> Exercise aim:
In the data that follows, find each line containing "written" and copy it.

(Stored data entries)

* * * *

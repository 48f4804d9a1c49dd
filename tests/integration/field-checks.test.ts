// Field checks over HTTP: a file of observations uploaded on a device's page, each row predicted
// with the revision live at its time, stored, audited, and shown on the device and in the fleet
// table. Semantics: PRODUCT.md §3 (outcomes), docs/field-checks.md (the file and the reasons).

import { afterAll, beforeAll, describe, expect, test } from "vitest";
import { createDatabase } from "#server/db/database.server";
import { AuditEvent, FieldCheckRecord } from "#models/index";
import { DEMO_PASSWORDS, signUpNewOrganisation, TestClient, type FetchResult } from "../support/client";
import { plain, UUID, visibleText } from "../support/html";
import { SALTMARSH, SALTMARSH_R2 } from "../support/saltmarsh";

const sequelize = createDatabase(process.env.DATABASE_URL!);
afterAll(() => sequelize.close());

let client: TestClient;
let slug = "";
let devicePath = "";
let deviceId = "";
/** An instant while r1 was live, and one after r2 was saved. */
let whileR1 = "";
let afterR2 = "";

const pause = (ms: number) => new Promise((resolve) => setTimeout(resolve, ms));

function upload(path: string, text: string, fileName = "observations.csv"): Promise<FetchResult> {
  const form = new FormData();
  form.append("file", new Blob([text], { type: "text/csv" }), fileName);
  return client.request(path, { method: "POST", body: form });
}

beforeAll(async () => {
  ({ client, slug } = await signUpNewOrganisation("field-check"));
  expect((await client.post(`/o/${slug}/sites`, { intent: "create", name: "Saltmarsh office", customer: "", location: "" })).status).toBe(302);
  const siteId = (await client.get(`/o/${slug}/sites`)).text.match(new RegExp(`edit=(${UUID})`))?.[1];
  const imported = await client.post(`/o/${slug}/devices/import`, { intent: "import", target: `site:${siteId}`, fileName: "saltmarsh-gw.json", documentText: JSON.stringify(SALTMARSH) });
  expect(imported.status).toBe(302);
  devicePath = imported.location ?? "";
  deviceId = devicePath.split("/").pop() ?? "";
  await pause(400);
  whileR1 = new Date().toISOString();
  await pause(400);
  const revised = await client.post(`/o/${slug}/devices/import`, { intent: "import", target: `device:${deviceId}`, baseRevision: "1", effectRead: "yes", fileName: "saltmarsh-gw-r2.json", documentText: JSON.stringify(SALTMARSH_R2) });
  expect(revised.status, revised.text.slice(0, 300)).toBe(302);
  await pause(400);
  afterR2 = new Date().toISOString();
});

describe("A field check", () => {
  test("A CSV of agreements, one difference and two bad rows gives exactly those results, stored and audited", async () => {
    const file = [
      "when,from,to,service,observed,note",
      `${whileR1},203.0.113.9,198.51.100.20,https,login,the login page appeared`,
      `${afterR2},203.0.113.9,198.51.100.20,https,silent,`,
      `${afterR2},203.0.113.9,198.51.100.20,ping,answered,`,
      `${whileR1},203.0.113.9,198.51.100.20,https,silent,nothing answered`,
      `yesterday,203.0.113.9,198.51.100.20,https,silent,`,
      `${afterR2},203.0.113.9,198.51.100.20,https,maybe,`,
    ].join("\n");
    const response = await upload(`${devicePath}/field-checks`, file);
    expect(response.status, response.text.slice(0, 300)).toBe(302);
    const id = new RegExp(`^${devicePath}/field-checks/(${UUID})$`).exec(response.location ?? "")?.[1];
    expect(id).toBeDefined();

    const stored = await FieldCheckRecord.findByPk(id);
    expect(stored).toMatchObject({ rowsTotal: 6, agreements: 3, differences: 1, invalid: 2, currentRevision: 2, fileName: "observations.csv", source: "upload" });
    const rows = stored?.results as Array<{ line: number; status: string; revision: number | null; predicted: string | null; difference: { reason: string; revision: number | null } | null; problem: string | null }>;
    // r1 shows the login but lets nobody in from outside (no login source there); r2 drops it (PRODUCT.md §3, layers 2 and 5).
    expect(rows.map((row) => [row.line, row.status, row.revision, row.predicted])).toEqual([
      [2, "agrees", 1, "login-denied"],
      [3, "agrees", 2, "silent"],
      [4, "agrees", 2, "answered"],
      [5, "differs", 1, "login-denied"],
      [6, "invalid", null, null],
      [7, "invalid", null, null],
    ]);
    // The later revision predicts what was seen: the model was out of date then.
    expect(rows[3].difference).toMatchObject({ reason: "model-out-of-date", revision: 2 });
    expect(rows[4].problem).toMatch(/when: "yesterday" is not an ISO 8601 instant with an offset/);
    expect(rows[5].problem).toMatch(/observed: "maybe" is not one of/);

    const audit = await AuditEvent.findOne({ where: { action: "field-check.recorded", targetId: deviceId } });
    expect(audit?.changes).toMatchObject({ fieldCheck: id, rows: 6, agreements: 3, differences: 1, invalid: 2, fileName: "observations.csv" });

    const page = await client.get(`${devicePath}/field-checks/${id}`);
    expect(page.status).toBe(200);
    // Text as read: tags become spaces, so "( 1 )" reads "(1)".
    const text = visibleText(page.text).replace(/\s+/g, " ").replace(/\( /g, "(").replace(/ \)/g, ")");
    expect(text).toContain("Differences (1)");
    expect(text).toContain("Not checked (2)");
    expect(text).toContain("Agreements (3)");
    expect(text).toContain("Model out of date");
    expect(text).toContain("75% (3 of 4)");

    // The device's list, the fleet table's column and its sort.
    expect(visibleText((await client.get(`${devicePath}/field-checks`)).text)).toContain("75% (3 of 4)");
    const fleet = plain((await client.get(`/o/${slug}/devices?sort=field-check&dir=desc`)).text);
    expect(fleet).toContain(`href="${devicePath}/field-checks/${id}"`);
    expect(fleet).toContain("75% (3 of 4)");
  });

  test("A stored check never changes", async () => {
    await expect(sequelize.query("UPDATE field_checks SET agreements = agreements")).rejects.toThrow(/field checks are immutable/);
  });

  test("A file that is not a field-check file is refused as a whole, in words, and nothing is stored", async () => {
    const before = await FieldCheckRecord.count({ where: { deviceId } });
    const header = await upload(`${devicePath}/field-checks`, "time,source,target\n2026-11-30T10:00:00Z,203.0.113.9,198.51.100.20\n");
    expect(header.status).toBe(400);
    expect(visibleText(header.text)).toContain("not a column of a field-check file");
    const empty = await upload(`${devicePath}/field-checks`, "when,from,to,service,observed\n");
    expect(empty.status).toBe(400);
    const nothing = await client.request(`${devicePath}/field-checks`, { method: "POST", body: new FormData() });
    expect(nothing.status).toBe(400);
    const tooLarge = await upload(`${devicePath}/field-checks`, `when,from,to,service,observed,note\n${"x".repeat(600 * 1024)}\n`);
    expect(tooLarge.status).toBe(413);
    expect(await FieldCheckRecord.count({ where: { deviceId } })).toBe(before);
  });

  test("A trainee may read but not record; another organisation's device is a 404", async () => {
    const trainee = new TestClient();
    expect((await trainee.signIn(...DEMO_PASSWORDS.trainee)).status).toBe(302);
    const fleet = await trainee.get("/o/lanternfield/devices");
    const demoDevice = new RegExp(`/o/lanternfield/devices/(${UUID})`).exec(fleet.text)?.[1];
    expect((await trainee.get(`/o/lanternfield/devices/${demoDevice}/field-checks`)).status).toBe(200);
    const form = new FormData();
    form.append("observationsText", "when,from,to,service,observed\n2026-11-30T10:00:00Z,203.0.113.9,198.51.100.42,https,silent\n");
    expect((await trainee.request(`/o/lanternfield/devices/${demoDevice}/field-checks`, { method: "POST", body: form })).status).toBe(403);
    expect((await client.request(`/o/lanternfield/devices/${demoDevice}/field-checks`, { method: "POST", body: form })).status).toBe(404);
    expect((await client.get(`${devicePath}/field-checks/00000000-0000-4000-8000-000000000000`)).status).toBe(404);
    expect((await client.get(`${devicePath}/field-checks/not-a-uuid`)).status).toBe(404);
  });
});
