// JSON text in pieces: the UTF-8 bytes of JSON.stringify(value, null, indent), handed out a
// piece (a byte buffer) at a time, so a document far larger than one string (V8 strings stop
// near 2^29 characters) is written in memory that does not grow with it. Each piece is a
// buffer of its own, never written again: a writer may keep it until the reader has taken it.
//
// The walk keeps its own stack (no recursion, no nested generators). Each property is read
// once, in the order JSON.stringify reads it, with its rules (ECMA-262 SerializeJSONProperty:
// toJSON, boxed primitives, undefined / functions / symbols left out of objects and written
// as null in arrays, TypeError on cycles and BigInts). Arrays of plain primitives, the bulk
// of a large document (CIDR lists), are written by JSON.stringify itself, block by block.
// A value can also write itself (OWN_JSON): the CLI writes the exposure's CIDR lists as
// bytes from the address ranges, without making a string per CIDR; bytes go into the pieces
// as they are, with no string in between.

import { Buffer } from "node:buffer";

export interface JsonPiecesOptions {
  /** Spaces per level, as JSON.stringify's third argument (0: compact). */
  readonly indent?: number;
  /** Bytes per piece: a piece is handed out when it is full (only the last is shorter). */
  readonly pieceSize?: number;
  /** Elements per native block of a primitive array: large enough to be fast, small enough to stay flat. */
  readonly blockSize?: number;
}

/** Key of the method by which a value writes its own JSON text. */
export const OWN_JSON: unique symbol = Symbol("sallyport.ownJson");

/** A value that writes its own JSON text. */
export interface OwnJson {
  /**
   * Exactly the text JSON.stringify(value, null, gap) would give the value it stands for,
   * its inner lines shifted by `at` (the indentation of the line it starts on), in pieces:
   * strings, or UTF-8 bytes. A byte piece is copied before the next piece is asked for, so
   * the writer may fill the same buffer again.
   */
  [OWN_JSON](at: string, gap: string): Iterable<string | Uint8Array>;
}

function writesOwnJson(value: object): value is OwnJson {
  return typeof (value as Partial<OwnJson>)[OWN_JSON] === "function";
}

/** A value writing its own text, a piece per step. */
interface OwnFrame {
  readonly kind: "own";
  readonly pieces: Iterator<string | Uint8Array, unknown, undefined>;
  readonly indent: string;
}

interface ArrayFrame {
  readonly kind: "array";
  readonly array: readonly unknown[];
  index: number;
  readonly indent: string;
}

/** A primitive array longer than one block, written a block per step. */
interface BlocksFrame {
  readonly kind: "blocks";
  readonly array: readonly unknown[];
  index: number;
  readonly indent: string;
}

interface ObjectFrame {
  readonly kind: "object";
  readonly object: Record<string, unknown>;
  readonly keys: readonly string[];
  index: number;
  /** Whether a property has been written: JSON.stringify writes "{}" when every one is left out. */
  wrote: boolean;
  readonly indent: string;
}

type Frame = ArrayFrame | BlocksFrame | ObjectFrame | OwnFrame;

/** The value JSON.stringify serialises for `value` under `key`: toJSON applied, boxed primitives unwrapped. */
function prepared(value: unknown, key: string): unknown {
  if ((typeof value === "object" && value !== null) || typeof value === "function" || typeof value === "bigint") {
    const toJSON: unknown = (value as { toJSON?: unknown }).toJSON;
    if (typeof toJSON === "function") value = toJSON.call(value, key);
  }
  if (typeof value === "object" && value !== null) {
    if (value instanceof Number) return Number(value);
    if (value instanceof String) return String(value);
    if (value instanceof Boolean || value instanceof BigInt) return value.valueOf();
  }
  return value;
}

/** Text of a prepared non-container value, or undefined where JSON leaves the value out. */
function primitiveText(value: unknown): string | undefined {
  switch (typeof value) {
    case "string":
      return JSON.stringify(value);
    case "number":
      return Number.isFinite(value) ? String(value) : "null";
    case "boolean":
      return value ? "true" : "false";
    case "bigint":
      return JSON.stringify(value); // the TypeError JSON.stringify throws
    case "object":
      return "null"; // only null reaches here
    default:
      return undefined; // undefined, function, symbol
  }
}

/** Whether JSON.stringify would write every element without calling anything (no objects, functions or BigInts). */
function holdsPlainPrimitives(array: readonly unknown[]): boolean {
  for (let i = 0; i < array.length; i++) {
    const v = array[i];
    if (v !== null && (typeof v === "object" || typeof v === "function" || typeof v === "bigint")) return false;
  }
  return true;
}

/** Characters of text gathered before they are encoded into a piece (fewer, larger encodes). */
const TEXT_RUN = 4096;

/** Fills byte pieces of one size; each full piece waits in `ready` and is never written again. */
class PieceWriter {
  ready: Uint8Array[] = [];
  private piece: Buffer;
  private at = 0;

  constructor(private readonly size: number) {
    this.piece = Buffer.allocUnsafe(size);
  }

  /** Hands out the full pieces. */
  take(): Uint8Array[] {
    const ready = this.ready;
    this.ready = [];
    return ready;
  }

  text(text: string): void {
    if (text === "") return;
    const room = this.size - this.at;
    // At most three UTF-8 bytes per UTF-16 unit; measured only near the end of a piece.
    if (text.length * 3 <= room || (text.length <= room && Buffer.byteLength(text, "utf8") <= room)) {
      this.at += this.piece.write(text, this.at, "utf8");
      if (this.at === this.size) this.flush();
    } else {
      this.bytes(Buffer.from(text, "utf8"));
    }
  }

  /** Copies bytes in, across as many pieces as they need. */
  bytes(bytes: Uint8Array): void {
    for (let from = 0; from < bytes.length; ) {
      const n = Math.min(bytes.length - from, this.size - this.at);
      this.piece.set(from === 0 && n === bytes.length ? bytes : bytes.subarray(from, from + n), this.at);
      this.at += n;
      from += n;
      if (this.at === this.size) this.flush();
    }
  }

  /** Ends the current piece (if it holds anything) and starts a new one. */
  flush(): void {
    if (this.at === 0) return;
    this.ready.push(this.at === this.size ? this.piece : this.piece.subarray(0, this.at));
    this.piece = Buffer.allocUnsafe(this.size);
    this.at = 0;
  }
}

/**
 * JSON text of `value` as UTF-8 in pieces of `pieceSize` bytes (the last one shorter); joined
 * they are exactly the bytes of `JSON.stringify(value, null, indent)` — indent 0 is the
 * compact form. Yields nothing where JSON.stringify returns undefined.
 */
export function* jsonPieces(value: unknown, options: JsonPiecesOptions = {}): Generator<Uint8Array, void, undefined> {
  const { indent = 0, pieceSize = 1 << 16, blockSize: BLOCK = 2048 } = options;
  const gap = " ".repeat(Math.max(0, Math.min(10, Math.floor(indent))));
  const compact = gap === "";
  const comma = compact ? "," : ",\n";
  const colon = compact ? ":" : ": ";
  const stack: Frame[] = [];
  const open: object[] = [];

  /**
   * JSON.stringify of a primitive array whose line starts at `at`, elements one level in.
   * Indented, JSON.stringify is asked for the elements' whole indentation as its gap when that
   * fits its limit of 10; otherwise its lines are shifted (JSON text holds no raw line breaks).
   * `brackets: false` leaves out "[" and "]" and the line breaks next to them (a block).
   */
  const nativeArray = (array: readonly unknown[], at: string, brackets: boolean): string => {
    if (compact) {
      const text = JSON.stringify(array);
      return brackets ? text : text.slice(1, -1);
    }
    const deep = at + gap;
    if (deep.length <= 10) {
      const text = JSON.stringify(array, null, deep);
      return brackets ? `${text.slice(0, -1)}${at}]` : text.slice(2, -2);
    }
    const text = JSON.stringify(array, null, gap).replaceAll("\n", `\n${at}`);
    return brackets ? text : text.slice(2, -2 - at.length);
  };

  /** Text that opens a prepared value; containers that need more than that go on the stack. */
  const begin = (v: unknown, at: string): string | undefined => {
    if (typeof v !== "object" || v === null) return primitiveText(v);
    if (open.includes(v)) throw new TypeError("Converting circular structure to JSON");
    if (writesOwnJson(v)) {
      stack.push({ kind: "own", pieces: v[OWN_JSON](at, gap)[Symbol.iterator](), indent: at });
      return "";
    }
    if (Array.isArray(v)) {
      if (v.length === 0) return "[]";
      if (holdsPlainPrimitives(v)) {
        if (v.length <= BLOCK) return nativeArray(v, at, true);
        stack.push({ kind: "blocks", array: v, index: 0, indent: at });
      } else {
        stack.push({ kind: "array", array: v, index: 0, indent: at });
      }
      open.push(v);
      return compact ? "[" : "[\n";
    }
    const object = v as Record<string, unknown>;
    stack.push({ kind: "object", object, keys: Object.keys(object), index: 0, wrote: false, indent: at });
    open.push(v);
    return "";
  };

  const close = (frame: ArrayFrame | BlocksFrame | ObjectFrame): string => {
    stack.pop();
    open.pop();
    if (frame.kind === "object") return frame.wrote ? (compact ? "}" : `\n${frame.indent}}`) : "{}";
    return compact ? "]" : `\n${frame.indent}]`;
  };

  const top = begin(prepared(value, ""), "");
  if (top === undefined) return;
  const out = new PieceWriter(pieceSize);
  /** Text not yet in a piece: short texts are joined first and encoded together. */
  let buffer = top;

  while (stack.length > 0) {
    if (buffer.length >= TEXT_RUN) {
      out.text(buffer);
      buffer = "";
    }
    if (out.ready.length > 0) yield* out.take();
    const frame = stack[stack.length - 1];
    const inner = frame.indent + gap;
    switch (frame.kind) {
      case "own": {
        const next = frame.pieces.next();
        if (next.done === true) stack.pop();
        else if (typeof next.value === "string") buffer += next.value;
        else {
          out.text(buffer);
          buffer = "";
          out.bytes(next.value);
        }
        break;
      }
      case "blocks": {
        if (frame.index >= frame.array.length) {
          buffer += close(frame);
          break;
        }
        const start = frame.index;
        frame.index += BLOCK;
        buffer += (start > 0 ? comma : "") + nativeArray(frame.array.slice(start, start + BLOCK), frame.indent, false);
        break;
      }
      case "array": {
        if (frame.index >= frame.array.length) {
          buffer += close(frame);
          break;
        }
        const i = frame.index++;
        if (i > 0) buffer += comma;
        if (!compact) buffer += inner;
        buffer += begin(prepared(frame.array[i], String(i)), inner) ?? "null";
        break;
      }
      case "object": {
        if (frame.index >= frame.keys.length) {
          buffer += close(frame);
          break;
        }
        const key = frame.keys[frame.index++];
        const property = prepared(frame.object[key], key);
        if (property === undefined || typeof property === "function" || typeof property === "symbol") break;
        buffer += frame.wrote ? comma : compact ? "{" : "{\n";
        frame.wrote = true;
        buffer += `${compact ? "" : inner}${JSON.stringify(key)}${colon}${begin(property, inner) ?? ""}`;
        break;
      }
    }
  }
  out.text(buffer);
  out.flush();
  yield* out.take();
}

* * * *

> Result below:
// near 2^29 characters) is written in memory that does not grow with it. Each piece is a
// buffer of its own, never written again: a writer may keep it until the reader has taken it.
// toJSON, boxed primitives, undefined / functions / symbols left out of objects and written
// of a large document (CIDR lists), are written by JSON.stringify itself, block by block.
/** A primitive array longer than one block, written a block per step. */
  /** Whether a property has been written: JSON.stringify writes "{}" when every one is left out. */
/** Fills byte pieces of one size; each full piece waits in `ready` and is never written again. */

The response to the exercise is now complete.